Abstract 14442: X-Box Binding Protein 1 Splicing Triggers an Autophagic Response-Mediated Survival in Endothelial Cells
Endothelial cell dysfunction is an initial step on the development of atherosclerosis. Sustained activation of X-box binding protein 1 (XBP1) splicing, which is a key signal transducer in endoplasmic reticulum stress response, leads to endothelial apoptosis and atherosclerosis development. Autophagy is characterized as a survival response and also as a pathway culminating in cell death. In the present study, we aimed to assess the hypothesis whether XBP1 splicing activates autophagy in endothelial cells, and to investigate its role in the cell survival and apoptosis. XBP1 splicing was introduced to human umbilical vein endothelial cells by adenoviral gene transfer. Autophagic vesicle formation was observed 48 and 72 hours post infection. Moreover, autophagy gene expression such as Beclin 1, LC3-beta, NIX, ATGF-tv1, autophagy-related 5 (ATG5) and autophagy-related 12 (ATG12) was induced by XBP1 splicing at RNA and protein levels. Additional experiments have revealed that endothelial cells transfected with the LC3beta-GFP construct showed a high GPF expression of autophagic vesicle formation only in the presence of spliced XBP1 compared with the non-infected cells.
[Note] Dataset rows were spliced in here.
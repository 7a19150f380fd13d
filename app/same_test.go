package main

import (
	"bytes"
	"os"
	"os/exec"
	"path/filepath"
	"strings"
	"testing"

	"fyne.io/fyne/v2/test"

	"kinetarium/network"
	"kinetarium/plotting"
	"kinetarium/solve/explore"
)

// batchRun runs the headless command (go run kinetarium/app/batch) on a
// spec and returns the folder of its outputs.
func batchRun(t *testing.T, command, spec string) string {
	t.Helper()
	if testing.Short() {
		t.Skip("builds and runs the batch command")
	}
	out := t.TempDir()
	cmd := exec.Command("go", "run", "kinetarium/app/batch", command, spec, "--out", out, "--quiet", "--workers", "1")
	var stderr bytes.Buffer
	cmd.Stderr = &stderr
	if err := cmd.Run(); err != nil {
		t.Fatalf("batch %s %s: %v\n%s", command, spec, err, stderr.String())
	}
	return out
}

// sameFile fails unless the window's file and the batch command's file of
// that name are equal byte for byte.
func sameFile(t *testing.T, window, batchDir, name string) {
	t.Helper()
	a, err := os.ReadFile(window)
	if err != nil {
		t.Fatal(err)
	}
	b, err := os.ReadFile(filepath.Join(batchDir, name))
	if err != nil {
		t.Fatal(err)
	}
	if !bytes.Equal(a, b) {
		t.Errorf("%s differs between the window and the batch command:\nwindow:\n%s\nbatch:\n%s", name, a, b)
	}
}

// The Sweep window, filled in as testdata/same/sweep.json says, exports
// runs.csv and failures.csv identical to the batch command's for that
// spec: the same column names (readouts named by the spec's defaults) and
// the same numbers. Initial amounts below 0 fail in both.
func TestSweepWindowWritesTheBatchFiles(t *testing.T) {
	// The same export time in both (the reproducible-builds.org
	// convention), so that whole files compare.
	t.Setenv("SOURCE_DATE_EPOCH", "1700000000")
	batchDir := batchRun(t, "sweep", "testdata/same/sweep.json")
	m, err := network.Load("testdata/same/conversion.json")
	if err != nil {
		t.Fatal(err)
	}
	s := openSweep(t, m)
	onUI(func() {
		s.first.quantity.SetSelected("A (initial concentration)")
		s.first.from.SetText("-2")
		s.first.to.SetText("8")
		s.first.points.SetText("6")
		s.first.spacing.SetSelected(spacingLinear)
		s.ro.rows = nil
		s.ro.list.RemoveAll()
		s.ro.add(explore.Final, "B", 0)
		s.ro.add(explore.TimeOfMax, "A", 0)
		s.ro.add(explore.ValueAt, "A", 2.5)
		s.ro.add(explore.CrossUp, "B", 1)
	})
	runAndWait(t, s.ctl)
	if s.res == nil || s.res.Failed != 1 {
		t.Fatalf("result %+v, status %q; want one failed run (A = -2)", s.res, s.ctl.status.Text)
	}
	dir := t.TempDir()
	if err := s.saveRuns(filepath.Join(dir, "runs.csv")); err != nil {
		t.Fatal(err)
	}
	if err := s.failures.save(filepath.Join(dir, "failures.csv")); err != nil {
		t.Fatal(err)
	}
	sameFile(t, filepath.Join(dir, "runs.csv"), batchDir, "runs.csv")
	sameFile(t, filepath.Join(dir, "failures.csv"), batchDir, "failures.csv")
	sameFile(t, filepath.Join(dir, "runs.provenance.json"), batchDir, "runs.provenance.json")

	// The figures: a family of curves and each readout against A₀.
	onUI(func() { s.species.SetSelected("B") })
	if err := saveStudyFigure(filepath.Join(dir, "family_B.png"), "sweep", s.prep, false, s.curveFigure); err != nil {
		t.Fatal(err)
	}
	sameFigure(t, filepath.Join(dir, "family_B.png"), batchDir, "family_B.png")
	for _, name := range s.res.Readouts {
		onUI(func() { s.readoutSel.SetSelected(name) })
		file := "readout_" + fileSafe(name) + ".png"
		if err := saveStudyFigure(filepath.Join(dir, file), "sweep", s.prep, false, s.readoutFigure); err != nil {
			t.Fatal(err)
		}
		sameFigure(t, filepath.Join(dir, file), batchDir, file)
	}
}

// sameFigure fails unless the window's figure and the batch command's
// figure of that name are equal byte for byte.
func sameFigure(t *testing.T, window, batchDir, name string) {
	t.Helper()
	a, err := os.ReadFile(window)
	if err != nil {
		t.Fatal(err)
	}
	b, err := os.ReadFile(filepath.Join(batchDir, name))
	if err != nil {
		t.Fatal(err)
	}
	if !bytes.Equal(a, b) {
		t.Errorf("figure %s differs between the window (%d bytes) and the batch command (%d bytes)", name, len(a), len(b))
	}
}

// The Population window, filled in as testdata/same/population.json says,
// exports samples.csv and bands.csv identical to the batch command's.
func TestPopulationWindowWritesTheBatchFiles(t *testing.T) {
	t.Setenv("SOURCE_DATE_EPOCH", "1700000000")
	batchDir := batchRun(t, "population", "testdata/same/population.json")
	m, err := network.Load("testdata/same/conversion.json")
	if err != nil {
		t.Fatal(err)
	}
	p := openPopulation(t, m)
	onUI(func() {
		p.rows[0].quantity.SetSelected("k (parameter)")
		p.rows[0].dist.SetSelected("Log-normal")
		p.rows[0].a.SetText("0.5")
		p.rows[0].b.SetText("30")
		p.rows[1].quantity.SetSelected("A (initial concentration)")
		p.rows[1].dist.SetSelected("Uniform")
		p.rows[1].a.SetText("8")
		p.rows[1].b.SetText("12")
		p.size.SetText("60")
		p.seed.SetText("3")
		p.sampling.SetSelected(samplingLHS)
		p.ro.rows = nil
		p.ro.list.RemoveAll()
		p.ro.add(explore.AUC, "A", 0)
		p.ro.add(explore.TimeOfMax, "B", 0)
		p.ro.add(explore.CrossUp, "B", 5)
	})
	runAndWait(t, p.ctl)
	if p.res == nil || p.res.Points-p.res.Failed != 60 || !p.res.Spilled() {
		t.Fatalf("result %+v, status %q", p.res, p.ctl.status.Text)
	}
	dir := t.TempDir()
	if err := p.saveSamples(filepath.Join(dir, "samples.csv")); err != nil {
		t.Fatal(err)
	}
	if err := p.saveBands(filepath.Join(dir, "bands.csv")); err != nil {
		t.Fatal(err)
	}
	sameFile(t, filepath.Join(dir, "samples.csv"), batchDir, "samples.csv")
	sameFile(t, filepath.Join(dir, "bands.csv"), batchDir, "bands.csv")
	sameFile(t, filepath.Join(dir, "bands.provenance.json"), batchDir, "bands.provenance.json")

	// The figures: bands of each species and each readout's histogram.
	for _, sp := range []string{"A", "B"} {
		onUI(func() { p.species.SetSelected(sp) })
		file := "bands_" + sp + ".png"
		if err := saveStudyFigure(filepath.Join(dir, file), "population", p.prep, false, p.bandFigure); err != nil {
			t.Fatal(err)
		}
		sameFigure(t, filepath.Join(dir, file), batchDir, file)
	}
	for _, name := range p.res.Readouts {
		onUI(func() { p.readoutSel.SetSelected(name) })
		file := "hist_" + fileSafe(name) + ".png"
		if err := saveStudyFigure(filepath.Join(dir, file), "population", p.prep, false, p.histogramFigure); err != nil {
			t.Fatal(err)
		}
		sameFigure(t, filepath.Join(dir, file), batchDir, file)
	}
}

// The window's Figure… export of a run and the batch command's --figure of
// the same model are the same file, apart from nothing: with the export
// time fixed (SOURCE_DATE_EPOCH) they are equal byte for byte, for PNG,
// SVG and PDF. The model has doses (jumps and event marks) and assignments.
func TestFigureWindowEqualsBatch(t *testing.T) {
	if testing.Short() {
		t.Skip("builds and runs the batch command")
	}
	t.Setenv("SOURCE_DATE_EPOCH", "1700000000")
	const model = "../examples/twice-daily-oral-dose.json"
	m, err := network.Load(model)
	if err != nil {
		t.Fatal(err)
	}
	a := test.NewTempApp(t)
	w := newMainWindow(a, true)
	defer w.win.Close()
	onUI(func() { w.setModel(m, model) })
	onUI(w.simulate)
	waitFor(t, "the run", func() bool { return w.current != nil && !w.ctrl.Running() })
	onUI(func() {
		w.plot.view.LogX, w.plot.view.LogY, w.plot.view.Previous = false, true, nil
	})
	dir := t.TempDir()
	for _, ext := range []string{".png", ".svg", ".pdf"} {
		win := filepath.Join(dir, "window"+ext)
		var err error
		onUI(func() { err = w.saveFigure(win, 16, 10, float64(plotting.DefaultDPI)) })
		if err != nil {
			t.Fatal(err)
		}
		cmd := exec.Command("go", "run", "kinetarium/app/batch", "simulate", model, "--log-y",
			"--figure", filepath.Join(dir, "batch"+ext), "--out", filepath.Join(dir, "batch.csv"))
		var stderr bytes.Buffer
		cmd.Stderr = &stderr
		if err := cmd.Run(); err != nil {
			t.Fatalf("batch simulate: %v\n%s", err, stderr.String())
		}
		x, _ := os.ReadFile(win)
		y, _ := os.ReadFile(filepath.Join(dir, "batch"+ext))
		if len(x) == 0 || !bytes.Equal(x, y) {
			t.Errorf("%s: the window's figure (%d bytes) differs from the batch command's (%d bytes)", ext, len(x), len(y))
		}
	}
}

// With display units the window's CSV export and the batch command's table
// are the same file, byte for byte, and so are their provenance files:
// the model asks for days and ug/mL (it is in h and mg/L), and the
// header reads "time (day)", "D_gut (ug/mL)", with body_amount left in
// mg. The batch command's --time-unit and --concentration-unit on the
// model without display units give the same table.
func TestDataWindowEqualsBatchInDisplayUnits(t *testing.T) {
	if testing.Short() {
		t.Skip("builds and runs the batch command")
	}
	t.Setenv("SOURCE_DATE_EPOCH", "1700000000")
	const example = "../examples/twice-daily-oral-dose.json"
	m, err := network.Load(example)
	if err != nil {
		t.Fatal(err)
	}
	m.Simulation.Display = network.Display{Time: "day", Concentration: "ug/mL"}
	dir := t.TempDir()
	model := filepath.Join(dir, "shown.json")
	if err := m.Save(model); err != nil {
		t.Fatal(err)
	}
	if m, err = network.Load(model); err != nil {
		t.Fatal(err)
	}
	a := test.NewTempApp(t)
	w := newMainWindow(a, true)
	defer w.win.Close()
	onUI(func() { w.setModel(m, model) })
	onUI(w.simulate)
	waitFor(t, "the run", func() bool { return w.current != nil && !w.ctrl.Running() })
	var saveErr error
	onUI(func() { saveErr = w.saveData(filepath.Join(dir, "window.csv"), w.current) })
	if saveErr != nil {
		t.Fatal(saveErr)
	}
	batch := func(out string, args ...string) {
		t.Helper()
		cmd := exec.Command("go", append([]string{"run", "kinetarium/app/batch", "simulate"}, append(args, "--out", out)...)...)
		var stderr bytes.Buffer
		cmd.Stderr = &stderr
		if err := cmd.Run(); err != nil {
			t.Fatalf("batch simulate %v: %v\n%s", args, err, stderr.String())
		}
	}
	batch(filepath.Join(dir, "batch.csv"), model)
	sameFile(t, filepath.Join(dir, "window.csv"), dir, "batch.csv")
	sameFile(t, filepath.Join(dir, "window.provenance.json"), dir, "batch.provenance.json")
	batch(filepath.Join(dir, "flags.csv"), example, "--time-unit", "day", "--concentration-unit", "ug/mL")
	sameFile(t, filepath.Join(dir, "window.csv"), dir, "flags.csv")

	data, _ := os.ReadFile(filepath.Join(dir, "window.csv"))
	head, _, _ := bytes.Cut(data, []byte("\n"))
	if !bytes.HasPrefix(head, []byte("time (day),D_gut (ug/mL),")) || !bytes.HasSuffix(head, []byte(",body_amount (mg)")) {
		t.Errorf("header %q, want time (day), D_gut (ug/mL), … body_amount (mg)", head)
	}
	if len(w.current.Notes) != 1 || !strings.Contains(runInfoText(w.current), "body_amount is in mg") {
		t.Errorf("notes %q; About the last run should say body_amount stays in mg", w.current.Notes)
	}
}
Moreover, our results showed that endostatin, a well-characterized endogenous inhibitor of angiogenesis that induces apoptosis, activated autophagy genes 4 hours after treatment, through XBP1 splicing in an IRE1-alpha dependent manner. Knockdown of XBP1 or IRE1alpha by ShRNA in endothelial cells ablated endostatin-induced autophagy responsive genes expression and enhanced the apoptotic effect of endostatin. In conclusion, these results suggest that activation of XBP1 splicing triggers an autophagic survival signal pathway, providing novel insights into the elucidation of the mechanisms involved in endothelial cell survival. Key words: endostatin, IRE1alpha, cell survival, cell apoptosis
- © 2010 by American Heart Association, Inc.